# Exercise directions
Only the lines from the top of the data through the line containing "import java.sql.Connection;" should be duplicated, exactly as they appear.

======== Material provided

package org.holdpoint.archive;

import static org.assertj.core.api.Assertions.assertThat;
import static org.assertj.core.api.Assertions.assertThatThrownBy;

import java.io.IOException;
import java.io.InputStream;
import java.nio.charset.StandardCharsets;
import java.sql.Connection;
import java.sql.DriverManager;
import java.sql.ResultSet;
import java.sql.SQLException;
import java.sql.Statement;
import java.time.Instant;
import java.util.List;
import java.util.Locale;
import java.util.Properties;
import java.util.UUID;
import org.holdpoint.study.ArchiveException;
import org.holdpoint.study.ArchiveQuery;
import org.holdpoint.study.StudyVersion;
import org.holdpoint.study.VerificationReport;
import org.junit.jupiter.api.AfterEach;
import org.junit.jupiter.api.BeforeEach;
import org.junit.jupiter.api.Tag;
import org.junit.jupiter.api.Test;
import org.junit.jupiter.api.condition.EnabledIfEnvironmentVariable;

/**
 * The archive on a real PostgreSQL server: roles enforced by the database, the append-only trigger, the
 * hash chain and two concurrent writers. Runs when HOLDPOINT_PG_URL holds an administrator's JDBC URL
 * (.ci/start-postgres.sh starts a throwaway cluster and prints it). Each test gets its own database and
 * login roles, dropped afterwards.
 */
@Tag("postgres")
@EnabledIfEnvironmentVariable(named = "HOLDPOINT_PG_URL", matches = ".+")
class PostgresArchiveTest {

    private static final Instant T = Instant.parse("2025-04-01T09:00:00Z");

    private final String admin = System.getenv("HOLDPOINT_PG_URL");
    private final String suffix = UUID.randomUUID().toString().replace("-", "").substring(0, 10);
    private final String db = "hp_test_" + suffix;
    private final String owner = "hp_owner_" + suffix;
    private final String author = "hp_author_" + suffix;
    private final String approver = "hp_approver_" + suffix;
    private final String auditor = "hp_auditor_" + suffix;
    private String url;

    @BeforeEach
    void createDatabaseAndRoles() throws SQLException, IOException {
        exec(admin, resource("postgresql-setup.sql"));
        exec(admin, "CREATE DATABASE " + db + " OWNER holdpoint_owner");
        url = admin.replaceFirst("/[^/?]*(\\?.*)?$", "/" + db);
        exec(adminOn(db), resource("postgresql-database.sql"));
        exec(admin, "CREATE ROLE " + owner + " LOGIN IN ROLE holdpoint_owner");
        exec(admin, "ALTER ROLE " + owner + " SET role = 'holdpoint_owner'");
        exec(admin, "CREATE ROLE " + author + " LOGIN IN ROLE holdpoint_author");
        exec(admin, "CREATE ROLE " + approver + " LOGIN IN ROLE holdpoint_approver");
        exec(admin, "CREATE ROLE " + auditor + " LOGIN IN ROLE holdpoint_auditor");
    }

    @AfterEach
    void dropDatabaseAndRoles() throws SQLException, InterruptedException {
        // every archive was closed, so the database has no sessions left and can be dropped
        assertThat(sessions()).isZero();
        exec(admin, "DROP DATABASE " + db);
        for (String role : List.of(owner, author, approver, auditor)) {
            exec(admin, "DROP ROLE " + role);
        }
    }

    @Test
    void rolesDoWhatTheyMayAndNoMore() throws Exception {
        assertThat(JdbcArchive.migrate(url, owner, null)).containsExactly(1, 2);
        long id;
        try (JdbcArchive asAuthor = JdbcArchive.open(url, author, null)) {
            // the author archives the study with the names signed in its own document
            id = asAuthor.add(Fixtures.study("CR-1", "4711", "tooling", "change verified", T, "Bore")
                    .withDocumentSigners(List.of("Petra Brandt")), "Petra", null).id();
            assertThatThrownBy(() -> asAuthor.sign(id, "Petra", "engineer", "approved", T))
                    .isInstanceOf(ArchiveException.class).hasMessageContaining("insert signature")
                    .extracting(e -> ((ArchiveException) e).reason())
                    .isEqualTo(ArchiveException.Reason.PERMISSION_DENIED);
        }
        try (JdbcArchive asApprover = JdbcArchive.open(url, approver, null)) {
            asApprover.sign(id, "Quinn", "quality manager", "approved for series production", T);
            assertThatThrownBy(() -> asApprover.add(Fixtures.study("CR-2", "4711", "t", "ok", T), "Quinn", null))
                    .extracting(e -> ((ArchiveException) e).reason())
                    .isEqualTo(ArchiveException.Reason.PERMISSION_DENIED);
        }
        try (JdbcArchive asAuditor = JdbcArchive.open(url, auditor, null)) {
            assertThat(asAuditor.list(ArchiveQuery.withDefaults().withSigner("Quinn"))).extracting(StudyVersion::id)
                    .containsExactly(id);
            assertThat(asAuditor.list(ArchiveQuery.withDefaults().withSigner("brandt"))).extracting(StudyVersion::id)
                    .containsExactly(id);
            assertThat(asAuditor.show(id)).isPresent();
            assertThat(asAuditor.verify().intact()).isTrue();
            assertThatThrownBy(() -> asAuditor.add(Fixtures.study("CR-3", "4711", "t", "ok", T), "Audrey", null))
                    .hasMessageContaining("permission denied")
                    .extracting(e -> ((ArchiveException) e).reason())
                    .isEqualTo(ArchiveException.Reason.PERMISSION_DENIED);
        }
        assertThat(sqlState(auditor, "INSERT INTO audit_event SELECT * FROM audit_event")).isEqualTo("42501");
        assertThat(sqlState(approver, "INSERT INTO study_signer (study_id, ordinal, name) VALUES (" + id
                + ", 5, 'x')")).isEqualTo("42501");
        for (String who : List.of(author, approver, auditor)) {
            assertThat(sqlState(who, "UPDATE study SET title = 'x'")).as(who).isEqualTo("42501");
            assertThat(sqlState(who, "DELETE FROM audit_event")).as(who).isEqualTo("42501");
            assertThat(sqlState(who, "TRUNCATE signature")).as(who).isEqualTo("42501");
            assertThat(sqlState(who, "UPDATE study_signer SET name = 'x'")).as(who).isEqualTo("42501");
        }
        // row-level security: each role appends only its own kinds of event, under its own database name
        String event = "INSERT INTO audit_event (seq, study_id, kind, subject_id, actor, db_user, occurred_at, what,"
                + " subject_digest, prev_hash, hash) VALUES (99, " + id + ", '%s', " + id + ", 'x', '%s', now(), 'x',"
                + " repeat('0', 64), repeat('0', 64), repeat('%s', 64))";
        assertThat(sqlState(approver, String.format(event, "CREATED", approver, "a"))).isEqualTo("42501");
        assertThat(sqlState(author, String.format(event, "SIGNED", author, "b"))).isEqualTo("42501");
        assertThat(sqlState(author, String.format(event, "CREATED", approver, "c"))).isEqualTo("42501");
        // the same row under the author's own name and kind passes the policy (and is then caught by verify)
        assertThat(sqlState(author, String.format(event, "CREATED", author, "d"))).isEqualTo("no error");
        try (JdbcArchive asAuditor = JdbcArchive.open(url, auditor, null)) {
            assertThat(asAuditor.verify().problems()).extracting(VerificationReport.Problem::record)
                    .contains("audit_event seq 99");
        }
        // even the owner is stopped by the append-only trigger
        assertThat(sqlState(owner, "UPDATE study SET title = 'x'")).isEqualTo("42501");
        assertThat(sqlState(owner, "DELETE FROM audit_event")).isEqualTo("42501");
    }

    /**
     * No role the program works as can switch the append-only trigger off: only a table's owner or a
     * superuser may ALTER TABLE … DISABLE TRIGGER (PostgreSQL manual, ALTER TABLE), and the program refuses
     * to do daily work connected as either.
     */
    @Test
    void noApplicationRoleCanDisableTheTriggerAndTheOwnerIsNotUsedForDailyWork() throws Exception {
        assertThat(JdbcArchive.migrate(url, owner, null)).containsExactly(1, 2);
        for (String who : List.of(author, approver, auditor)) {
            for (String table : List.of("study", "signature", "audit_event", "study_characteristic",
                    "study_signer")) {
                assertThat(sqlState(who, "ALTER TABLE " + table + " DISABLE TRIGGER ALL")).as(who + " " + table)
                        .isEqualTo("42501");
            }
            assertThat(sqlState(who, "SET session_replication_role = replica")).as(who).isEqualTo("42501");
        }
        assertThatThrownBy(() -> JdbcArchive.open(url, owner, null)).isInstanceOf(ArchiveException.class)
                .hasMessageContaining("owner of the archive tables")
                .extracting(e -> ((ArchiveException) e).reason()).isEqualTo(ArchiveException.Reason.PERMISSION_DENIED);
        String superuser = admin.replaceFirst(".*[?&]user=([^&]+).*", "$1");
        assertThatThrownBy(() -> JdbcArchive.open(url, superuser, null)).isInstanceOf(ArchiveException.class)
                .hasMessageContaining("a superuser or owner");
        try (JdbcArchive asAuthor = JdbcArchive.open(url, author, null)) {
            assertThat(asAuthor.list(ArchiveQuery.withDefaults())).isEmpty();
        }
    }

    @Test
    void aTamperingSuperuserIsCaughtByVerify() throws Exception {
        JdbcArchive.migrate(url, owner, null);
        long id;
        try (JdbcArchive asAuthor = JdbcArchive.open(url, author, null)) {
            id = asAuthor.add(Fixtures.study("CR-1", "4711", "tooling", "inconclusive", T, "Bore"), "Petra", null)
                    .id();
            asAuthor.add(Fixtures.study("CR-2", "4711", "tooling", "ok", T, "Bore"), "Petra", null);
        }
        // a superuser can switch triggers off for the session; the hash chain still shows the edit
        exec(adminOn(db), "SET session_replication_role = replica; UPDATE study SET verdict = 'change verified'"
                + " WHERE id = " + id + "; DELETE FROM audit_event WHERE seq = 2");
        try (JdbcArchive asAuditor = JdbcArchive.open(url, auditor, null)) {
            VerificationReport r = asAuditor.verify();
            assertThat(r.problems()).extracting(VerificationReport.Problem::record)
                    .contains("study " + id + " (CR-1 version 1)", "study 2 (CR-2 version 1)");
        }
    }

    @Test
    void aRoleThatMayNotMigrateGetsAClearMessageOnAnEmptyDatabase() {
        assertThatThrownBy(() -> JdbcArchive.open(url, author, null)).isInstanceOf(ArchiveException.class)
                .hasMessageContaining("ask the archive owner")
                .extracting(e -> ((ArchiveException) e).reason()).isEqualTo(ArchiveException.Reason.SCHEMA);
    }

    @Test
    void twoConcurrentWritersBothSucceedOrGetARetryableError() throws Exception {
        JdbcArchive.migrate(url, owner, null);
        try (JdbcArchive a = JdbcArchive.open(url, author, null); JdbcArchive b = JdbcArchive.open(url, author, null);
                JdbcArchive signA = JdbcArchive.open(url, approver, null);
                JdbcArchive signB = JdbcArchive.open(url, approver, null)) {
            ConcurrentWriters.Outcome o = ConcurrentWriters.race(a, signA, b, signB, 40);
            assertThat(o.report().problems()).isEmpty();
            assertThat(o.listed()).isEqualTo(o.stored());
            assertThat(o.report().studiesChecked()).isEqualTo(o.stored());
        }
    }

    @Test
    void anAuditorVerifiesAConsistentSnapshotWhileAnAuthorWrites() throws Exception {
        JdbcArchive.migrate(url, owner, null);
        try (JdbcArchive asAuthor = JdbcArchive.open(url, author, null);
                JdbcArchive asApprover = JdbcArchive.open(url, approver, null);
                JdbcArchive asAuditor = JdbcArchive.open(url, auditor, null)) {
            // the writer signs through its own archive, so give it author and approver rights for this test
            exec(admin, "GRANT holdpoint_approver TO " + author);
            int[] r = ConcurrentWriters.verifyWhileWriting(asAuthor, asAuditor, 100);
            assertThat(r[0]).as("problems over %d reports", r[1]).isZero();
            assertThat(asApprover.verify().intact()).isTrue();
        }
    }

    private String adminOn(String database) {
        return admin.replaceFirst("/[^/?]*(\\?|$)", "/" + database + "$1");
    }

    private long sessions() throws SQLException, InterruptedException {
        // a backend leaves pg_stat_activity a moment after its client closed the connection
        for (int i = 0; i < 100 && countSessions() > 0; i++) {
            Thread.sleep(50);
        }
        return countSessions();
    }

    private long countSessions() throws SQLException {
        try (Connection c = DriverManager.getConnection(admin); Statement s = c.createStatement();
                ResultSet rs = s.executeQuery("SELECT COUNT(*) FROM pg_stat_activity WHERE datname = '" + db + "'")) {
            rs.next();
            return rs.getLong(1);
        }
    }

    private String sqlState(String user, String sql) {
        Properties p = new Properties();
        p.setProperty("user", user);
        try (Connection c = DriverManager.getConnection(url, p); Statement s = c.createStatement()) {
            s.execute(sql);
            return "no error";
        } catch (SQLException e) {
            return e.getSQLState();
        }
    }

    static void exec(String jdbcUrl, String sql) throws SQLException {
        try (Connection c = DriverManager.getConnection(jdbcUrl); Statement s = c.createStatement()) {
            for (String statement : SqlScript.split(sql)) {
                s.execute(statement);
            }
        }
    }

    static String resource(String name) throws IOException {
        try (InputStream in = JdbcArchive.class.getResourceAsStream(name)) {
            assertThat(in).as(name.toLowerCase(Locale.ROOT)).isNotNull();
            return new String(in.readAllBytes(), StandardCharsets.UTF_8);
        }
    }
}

================

# Completed exercise
package org.holdpoint.archive;

import static org.assertj.core.api.Assertions.assertThat;
import static org.assertj.core.api.Assertions.assertThatThrownBy;

import java.io.IOException;
import java.io.InputStream;
import java.nio.charset.StandardCharsets;
import java.sql.Connection;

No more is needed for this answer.